The inorganic base is potassium hydroxide, calcium hydroxide, sodium hydroxide, ammonium hydrogen carbonate, ammonium hydroxide, hydrofluorination ammonium, hydrogen-oxygen Change aluminium, magnesium hydroxide, one or more of barium hydroxide.
The organic base is methylamine, urea (urea), ethamine, ethanol amine, one or more of ethylenediamine.
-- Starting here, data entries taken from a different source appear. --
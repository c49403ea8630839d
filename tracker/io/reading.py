"""Reading a CSV file into text cells, refusing what is not a well-formed CSV of the layout.

Rows are numbered as a spreadsheet shows them: the header is row 1, the first
record row 2 (a record with a quoted line break still counts as one row).
"""

from __future__ import annotations

import csv
import io
import re
from dataclasses import dataclass
from pathlib import Path

import pandas as pd

from tracker.io.layouts import Layout

MAX_FILE_BYTES = 2 * 1024**3  # 2 GiB; larger files are refused before reading


@dataclass(frozen=True)
class Problem:
    """One thing wrong with an input file, located by row and column."""

    file: str
    row: int | None
    column: str | None
    message: str

    def __str__(self) -> str:
        where = self.file if self.row is None else f"{self.file}:{self.row}"
        col = f" column '{self.column}':" if self.column else ""
        return f"{where}:{col} {self.message}"


class InputRejected(Exception):
    """The file was refused; ``problems`` lists every reason found."""

    def __init__(self, problems: list[Problem]):
        self.problems = sorted(problems, key=lambda p: (p.file, p.row or 0, p.column or ""))
        super().__init__(str(self.problems[0]) if self.problems else "input rejected")


def read_table(path: Path, layout: Layout) -> pd.DataFrame:
    """Read ``path`` as text cells (stripped) with the layout's columns.

    The returned frame has one column per layout column, in layout order, and
    an integer index equal to the spreadsheet row number.
    """
    name = path.name
    if not path.exists():
        raise InputRejected([Problem(name, None, None, "file not found")])
    if path.is_dir():
        raise InputRejected([Problem(name, None, None, "is a folder, not a CSV file")])
    if path.stat().st_size > MAX_FILE_BYTES:
        raise InputRejected([Problem(name, None, None, "file is larger than 2 GiB")])
    raw = path.read_bytes()
    if raw.startswith((b"\xff\xfe", b"\xfe\xff")):
        raise InputRejected([Problem(name, None, None, "file is UTF-16 text; save it as UTF-8")])
    try:
        text = raw.decode("utf-8-sig")
    except UnicodeDecodeError as exc:
        line = raw[: exc.start].count(b"\n") + 1
        raise InputRejected(
            [Problem(name, line, None, f"is not UTF-8 text (byte {exc.start}); save the file as UTF-8")]
        ) from None
    if "\x00" in text:
        raise InputRejected([Problem(name, None, None, "contains NUL bytes: not a text CSV file")])
    if not text.strip():
        raise InputRejected([Problem(name, None, None, "file is empty (no header row)")])

    # Blank lines at the very end of a file are not records.
    text = re.sub(r"(?:\r?\n[ \t]*)+\Z", "\n", text)
    try:
        header = next(csv.reader(io.StringIO(text, newline=""), strict=True))
    except csv.Error as exc:
        raise InputRejected([Problem(name, 1, None, f"is not well-formed CSV ({exc})")]) from None
    header = [h.strip() for h in header]
    _check_header(name, header, layout)

    frame = _parse_records(name, text, len(header))
    frame.columns = header
    frame = frame.apply(lambda s: s.str.strip())
    frame.index = pd.RangeIndex(2, 2 + len(frame))
    return frame[layout.names]


def _check_header(name: str, header: list[str], layout: Layout) -> None:
    expected = layout.names
    if len(header) == 1 and any(sep in header[0] for sep in (";", "\t", "|")):
        sep = next(s for s in (";", "\t", "|") if s in header[0])
        shown = {"\t": "tabs"}.get(sep, repr(sep))
        raise InputRejected(
            [Problem(name, 1, None, f"columns look separated by {shown}; the layout uses commas")]
        )
    problems = []
    seen = set()
    for h in header:
        if h in seen:
            problems.append(Problem(name, 1, h, "column appears twice in the header"))
        seen.add(h)
    unknown = [h for h in header if h not in expected]
    missing = [c for c in expected if c not in header]
    for h in unknown:
        label = h if h else "(empty)"
        problems.append(
            Problem(name, 1, label, f"unknown column for {layout.kind} (expected: {', '.join(expected)})")
        )
    for c in missing:
        problems.append(Problem(name, 1, c, f"missing column for {layout.kind}"))
    if problems:
        raise InputRejected(problems)


def _parse_records(name: str, text: str, width: int) -> pd.DataFrame:
    """All records after the header as text, checking each has ``width`` fields."""
    reader = csv.reader(io.StringIO(text, newline=""), strict=True)
    try:
        next(reader)
        rows = []
        problems = []
        for rownum, rec in enumerate(reader, start=2):
            if not rec or (len(rec) == 1 and rec[0].strip() == ""):
                rec = [""] * width  # a blank line: kept so row numbers stay right, refused later
                problems.append(Problem(name, rownum, None, "is an empty row"))
            elif len(rec) != width:
                problems.append(
                    Problem(name, rownum, None, f"has {len(rec)} fields; the header has {width}")
                )
            rows.append(rec[:width] + [""] * (width - len(rec)))
    except csv.Error as exc:
        raise InputRejected(
            [Problem(name, reader.line_num, None, f"is not well-formed CSV ({exc})")]
        ) from None
    if problems:
        raise InputRejected(problems)
    return pd.DataFrame(rows, dtype=str) if rows else pd.DataFrame(columns=range(width), dtype=str)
Further, preferred embodiment of the invention is:It is 0.1- μm of zirconia particles by grain size, solvent is deionization Water, binder, sour agent, alkaline agent, salt substance zinc acetate or copper sulphate, dispersant are poly- acetimide or ammonium polyacrylate or poly- third Olefin(e) acid sodium is mixed to form slurry;In slurry:Zirconium oxide solid concentration ranging from 40-56vol%, binder are solvent quality 0.01-15wt%, dispersant are the 0.4-1.2% of zirconia particles dry powder quality content;Zinc acetate or sulfuric acid copper content are ink The 0.01-0.06% of water quality.
The abrading-ball of zirconium oxide is added in the slurry, zirconium oxide is 1 with zirconium oxide balls mass ratio:(1-2) and defoaming Agent n-octyl alcohol, after 80-120rmp rotating speed ball millings 12-24h, to get the zirconia ceramics of 3D direct writes ink after sonic oscillation 1-12h Water.
The zirconia ceramics ink concrete application of the 3D direct writes is:The zirconia ceramics ink of 3D direct writes is packed into 3D In the spray canister of direct write equipment, nozzle diameter 0.5-400um sets the program of 3D direct write equipment, opens by being successively superimposed Mode print can be obtained three-dimensional structure in air, obtained three-dimensional structure is dried at room temperature for 6-12h After be put at 60 DEG C dry 12-24h and obtain the green compact of three-dimensional structure then as 80 DEG C of dry 12-24h, will then give birth to Base as ordinary sinter stove Program be warming up to 1300-1700 DEG C be sintered three-dimensional structure zirconia ceramic product.
Preferably, the sintering method can be ordinary sinter and microwave sintering, sintering procedure preferably 1 DEG C/min heatings 4h is kept the temperature to 500 DEG C, subsequent 10 DEG C/min is warming up to after 1000 DEG C of heat preservation 1h and is warming up to 1550 DEG C of heat preservation sinterings with phase same rate.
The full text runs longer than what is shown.